*** Opening EXERCISE INPUTS ***

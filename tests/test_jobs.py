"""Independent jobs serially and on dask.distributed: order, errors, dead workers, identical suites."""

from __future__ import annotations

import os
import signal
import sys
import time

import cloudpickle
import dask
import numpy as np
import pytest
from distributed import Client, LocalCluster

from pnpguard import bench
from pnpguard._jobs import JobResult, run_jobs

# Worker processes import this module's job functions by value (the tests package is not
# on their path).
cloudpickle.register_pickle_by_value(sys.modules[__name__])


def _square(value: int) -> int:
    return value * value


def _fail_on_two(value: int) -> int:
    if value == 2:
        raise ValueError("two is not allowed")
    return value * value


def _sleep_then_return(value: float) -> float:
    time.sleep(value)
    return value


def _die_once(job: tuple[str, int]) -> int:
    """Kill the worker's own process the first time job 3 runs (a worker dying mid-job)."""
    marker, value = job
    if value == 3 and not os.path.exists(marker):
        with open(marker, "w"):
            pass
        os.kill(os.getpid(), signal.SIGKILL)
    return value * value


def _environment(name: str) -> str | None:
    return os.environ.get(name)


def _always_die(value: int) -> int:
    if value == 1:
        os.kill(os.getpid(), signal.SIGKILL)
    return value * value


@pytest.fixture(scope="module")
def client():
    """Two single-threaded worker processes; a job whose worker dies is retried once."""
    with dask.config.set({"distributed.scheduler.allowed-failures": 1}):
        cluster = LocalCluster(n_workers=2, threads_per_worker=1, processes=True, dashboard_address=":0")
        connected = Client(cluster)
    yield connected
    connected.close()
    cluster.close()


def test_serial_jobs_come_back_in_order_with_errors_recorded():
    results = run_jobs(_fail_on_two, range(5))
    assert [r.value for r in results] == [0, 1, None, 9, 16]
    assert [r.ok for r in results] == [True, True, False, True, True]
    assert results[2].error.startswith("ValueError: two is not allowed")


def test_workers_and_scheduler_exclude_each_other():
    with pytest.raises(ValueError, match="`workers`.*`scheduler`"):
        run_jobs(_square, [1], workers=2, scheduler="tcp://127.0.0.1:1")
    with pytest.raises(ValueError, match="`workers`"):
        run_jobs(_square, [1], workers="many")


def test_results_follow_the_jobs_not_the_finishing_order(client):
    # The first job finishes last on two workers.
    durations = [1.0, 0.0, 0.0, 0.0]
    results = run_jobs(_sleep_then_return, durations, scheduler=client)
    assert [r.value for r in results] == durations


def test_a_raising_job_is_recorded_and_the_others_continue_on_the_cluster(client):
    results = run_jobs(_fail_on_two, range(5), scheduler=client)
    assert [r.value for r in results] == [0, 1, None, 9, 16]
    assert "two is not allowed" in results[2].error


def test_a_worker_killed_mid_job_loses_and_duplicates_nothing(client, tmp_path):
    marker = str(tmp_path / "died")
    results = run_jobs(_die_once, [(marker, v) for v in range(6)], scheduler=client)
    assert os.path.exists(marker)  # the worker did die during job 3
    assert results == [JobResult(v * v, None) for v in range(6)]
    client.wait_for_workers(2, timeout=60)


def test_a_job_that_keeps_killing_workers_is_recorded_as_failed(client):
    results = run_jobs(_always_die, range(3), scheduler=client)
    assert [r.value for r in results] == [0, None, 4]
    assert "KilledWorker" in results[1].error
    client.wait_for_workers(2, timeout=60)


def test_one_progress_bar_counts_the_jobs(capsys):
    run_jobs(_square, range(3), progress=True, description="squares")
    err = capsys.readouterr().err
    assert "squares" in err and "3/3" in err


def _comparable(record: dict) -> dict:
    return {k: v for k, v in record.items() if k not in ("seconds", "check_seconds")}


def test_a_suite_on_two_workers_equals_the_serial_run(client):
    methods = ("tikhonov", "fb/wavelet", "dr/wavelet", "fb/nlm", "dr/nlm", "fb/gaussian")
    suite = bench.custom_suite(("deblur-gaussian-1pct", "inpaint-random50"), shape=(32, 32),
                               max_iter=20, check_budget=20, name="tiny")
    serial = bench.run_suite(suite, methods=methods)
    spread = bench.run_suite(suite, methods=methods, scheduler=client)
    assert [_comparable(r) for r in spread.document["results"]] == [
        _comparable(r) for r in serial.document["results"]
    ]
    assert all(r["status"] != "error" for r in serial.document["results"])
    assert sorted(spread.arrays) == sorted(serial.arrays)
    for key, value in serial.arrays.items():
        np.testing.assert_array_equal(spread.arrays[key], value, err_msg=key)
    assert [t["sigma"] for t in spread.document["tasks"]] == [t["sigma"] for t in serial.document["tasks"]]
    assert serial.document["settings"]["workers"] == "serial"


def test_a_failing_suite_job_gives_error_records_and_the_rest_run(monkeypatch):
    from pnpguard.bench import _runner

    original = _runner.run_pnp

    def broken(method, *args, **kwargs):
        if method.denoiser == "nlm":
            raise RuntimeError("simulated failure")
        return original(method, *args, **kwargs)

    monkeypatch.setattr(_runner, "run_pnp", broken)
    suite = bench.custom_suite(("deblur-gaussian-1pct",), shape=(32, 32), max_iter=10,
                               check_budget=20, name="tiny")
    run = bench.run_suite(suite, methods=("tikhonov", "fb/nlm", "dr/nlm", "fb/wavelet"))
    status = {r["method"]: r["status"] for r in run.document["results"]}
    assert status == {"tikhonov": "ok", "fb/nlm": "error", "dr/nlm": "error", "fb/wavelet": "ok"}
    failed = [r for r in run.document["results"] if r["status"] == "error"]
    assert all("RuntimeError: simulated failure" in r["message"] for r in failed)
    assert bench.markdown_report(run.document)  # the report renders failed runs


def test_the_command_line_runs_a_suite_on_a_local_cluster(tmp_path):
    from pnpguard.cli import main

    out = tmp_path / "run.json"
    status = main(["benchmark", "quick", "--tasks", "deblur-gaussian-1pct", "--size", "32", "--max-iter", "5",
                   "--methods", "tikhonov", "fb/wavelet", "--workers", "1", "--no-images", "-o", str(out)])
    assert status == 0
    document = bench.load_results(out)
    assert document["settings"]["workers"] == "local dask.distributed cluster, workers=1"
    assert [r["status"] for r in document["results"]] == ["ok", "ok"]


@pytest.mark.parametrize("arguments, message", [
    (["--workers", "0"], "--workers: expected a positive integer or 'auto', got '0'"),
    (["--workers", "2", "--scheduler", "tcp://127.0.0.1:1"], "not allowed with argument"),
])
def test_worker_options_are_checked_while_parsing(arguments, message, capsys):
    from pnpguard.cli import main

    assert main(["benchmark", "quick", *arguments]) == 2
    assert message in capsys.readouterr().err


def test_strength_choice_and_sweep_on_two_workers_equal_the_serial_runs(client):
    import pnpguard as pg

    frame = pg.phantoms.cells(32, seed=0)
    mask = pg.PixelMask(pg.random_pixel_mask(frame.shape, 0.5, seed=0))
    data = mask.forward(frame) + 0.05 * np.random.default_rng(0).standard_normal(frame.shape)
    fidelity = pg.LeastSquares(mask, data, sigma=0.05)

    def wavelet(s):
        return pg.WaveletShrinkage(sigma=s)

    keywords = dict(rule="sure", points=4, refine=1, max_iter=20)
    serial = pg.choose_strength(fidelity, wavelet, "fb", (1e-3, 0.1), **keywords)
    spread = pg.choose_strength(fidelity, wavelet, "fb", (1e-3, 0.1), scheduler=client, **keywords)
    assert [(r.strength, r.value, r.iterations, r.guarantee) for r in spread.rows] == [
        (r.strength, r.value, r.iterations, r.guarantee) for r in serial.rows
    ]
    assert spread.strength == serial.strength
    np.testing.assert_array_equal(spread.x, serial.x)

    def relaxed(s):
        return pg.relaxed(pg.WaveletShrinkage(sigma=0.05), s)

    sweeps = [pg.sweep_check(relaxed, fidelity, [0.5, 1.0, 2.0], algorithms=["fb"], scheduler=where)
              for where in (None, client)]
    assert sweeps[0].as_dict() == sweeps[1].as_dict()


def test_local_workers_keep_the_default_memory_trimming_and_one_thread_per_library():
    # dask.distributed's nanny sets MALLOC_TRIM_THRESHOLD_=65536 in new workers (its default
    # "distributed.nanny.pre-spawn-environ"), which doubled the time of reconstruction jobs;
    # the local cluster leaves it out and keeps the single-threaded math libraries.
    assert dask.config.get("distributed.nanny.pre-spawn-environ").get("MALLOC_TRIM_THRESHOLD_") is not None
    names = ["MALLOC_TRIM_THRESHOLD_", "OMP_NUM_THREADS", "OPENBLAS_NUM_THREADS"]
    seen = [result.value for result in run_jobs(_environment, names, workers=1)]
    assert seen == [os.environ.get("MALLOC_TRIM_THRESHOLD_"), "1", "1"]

*** Closing EXERCISE INPUTS ***
*** Opening EXERCISE INPUTS ***

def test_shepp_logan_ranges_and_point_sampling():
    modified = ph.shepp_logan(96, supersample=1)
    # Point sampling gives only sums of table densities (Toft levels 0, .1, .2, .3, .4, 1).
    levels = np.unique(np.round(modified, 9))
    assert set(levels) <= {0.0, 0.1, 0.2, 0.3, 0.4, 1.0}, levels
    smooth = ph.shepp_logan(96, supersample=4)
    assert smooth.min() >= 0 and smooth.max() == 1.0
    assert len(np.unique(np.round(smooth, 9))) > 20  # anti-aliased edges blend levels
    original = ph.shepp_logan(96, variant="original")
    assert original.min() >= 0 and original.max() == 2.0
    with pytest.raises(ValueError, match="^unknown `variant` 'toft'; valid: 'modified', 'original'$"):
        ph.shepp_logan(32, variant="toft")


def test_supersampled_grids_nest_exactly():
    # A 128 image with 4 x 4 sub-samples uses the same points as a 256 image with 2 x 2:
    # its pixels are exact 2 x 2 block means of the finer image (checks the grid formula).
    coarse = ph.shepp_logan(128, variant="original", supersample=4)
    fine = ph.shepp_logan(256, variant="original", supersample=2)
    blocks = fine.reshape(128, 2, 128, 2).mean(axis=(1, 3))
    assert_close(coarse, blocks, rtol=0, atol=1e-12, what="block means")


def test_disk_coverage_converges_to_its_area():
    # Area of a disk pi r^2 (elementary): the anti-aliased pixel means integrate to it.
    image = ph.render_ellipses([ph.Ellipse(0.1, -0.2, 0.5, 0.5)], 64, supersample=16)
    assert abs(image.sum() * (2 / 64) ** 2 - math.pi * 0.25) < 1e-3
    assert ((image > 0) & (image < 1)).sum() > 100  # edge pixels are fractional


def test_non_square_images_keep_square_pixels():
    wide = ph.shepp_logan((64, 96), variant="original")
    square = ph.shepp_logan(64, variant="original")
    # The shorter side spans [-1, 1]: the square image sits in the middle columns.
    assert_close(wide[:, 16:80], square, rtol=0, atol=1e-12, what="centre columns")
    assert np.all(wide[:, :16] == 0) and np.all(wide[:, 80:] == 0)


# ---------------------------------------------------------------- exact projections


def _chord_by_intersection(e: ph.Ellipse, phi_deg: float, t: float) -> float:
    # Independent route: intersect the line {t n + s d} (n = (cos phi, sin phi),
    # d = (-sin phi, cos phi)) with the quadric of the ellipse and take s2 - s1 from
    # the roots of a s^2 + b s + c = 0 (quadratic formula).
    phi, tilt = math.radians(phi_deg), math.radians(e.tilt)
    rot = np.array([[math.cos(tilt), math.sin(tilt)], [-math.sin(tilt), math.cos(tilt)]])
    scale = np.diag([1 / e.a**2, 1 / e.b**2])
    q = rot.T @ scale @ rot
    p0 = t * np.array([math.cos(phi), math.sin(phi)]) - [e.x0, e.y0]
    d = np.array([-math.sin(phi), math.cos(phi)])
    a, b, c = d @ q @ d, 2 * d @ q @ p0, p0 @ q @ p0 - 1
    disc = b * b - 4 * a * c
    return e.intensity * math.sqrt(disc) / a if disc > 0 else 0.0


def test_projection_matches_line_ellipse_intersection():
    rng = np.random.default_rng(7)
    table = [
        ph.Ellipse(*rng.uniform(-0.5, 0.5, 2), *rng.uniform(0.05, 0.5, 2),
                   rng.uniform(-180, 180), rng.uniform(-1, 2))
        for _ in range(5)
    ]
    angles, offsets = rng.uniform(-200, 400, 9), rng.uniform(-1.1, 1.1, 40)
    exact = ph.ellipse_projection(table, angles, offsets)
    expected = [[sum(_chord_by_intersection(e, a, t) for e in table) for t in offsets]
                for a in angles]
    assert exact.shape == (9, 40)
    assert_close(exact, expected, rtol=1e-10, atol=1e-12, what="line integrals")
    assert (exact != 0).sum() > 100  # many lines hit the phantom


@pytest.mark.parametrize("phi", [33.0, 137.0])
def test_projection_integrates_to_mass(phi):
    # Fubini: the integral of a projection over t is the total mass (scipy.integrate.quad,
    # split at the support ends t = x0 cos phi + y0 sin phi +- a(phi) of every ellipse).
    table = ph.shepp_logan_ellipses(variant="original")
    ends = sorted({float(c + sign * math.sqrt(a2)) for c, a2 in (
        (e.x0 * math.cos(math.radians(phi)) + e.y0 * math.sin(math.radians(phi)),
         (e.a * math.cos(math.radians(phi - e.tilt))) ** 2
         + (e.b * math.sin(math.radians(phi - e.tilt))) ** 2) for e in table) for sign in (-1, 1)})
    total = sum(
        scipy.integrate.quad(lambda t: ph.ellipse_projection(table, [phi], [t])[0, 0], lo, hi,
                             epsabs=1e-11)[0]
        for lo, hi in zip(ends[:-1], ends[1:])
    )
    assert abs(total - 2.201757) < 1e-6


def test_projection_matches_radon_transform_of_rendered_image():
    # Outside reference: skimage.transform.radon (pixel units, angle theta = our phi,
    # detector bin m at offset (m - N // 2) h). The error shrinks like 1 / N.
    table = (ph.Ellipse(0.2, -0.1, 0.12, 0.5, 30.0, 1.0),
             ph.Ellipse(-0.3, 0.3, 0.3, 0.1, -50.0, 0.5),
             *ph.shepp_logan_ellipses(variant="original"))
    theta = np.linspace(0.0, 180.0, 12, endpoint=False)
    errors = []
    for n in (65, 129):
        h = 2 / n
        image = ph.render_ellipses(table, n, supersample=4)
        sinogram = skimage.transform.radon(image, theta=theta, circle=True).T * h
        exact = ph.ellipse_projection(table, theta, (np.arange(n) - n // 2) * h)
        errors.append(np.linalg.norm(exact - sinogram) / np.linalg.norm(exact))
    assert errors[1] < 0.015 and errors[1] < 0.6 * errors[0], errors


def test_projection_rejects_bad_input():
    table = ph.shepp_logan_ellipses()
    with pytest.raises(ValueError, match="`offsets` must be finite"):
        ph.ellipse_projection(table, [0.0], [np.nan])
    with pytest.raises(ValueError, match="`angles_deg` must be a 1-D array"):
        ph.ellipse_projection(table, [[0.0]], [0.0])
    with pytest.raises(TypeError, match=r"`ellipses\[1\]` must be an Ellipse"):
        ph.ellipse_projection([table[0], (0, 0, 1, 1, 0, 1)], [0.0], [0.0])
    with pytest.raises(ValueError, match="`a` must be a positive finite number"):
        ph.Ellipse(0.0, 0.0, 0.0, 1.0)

*** Closing EXERCISE INPUTS ***
*** Opening EXERCISE INPUTS ***

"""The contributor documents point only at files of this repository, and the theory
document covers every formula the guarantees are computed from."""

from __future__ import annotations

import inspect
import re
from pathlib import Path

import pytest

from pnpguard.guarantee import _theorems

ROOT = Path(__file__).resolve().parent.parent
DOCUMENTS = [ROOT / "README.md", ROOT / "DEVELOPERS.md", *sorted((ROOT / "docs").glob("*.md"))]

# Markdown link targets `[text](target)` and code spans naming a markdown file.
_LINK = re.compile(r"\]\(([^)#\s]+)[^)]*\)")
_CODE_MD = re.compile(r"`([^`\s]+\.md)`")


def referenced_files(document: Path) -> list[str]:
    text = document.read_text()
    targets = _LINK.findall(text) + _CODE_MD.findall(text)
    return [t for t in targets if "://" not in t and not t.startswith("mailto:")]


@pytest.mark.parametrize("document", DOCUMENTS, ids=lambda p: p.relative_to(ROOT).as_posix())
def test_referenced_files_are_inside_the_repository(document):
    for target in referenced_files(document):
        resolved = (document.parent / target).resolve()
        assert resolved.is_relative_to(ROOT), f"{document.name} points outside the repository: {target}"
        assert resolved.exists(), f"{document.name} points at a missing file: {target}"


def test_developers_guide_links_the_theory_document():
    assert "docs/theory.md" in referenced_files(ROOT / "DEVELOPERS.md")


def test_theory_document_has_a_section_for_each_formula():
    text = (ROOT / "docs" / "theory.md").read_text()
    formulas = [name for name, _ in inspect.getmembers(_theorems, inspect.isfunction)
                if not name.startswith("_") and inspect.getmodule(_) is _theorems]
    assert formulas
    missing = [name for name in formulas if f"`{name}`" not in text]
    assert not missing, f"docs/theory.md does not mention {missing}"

*** Closing EXERCISE INPUTS ***

» **REQUIRED ACTION**
Where the string "config" occurs in a line of the material above, copy the whole line.

» **RESULT OF THE TASK**
    with dask.config.set({"distributed.scheduler.allowed-failures": 1}):
    assert dask.config.get("distributed.nanny.pre-spawn-environ").get("MALLOC_TRIM_THRESHOLD_") is not None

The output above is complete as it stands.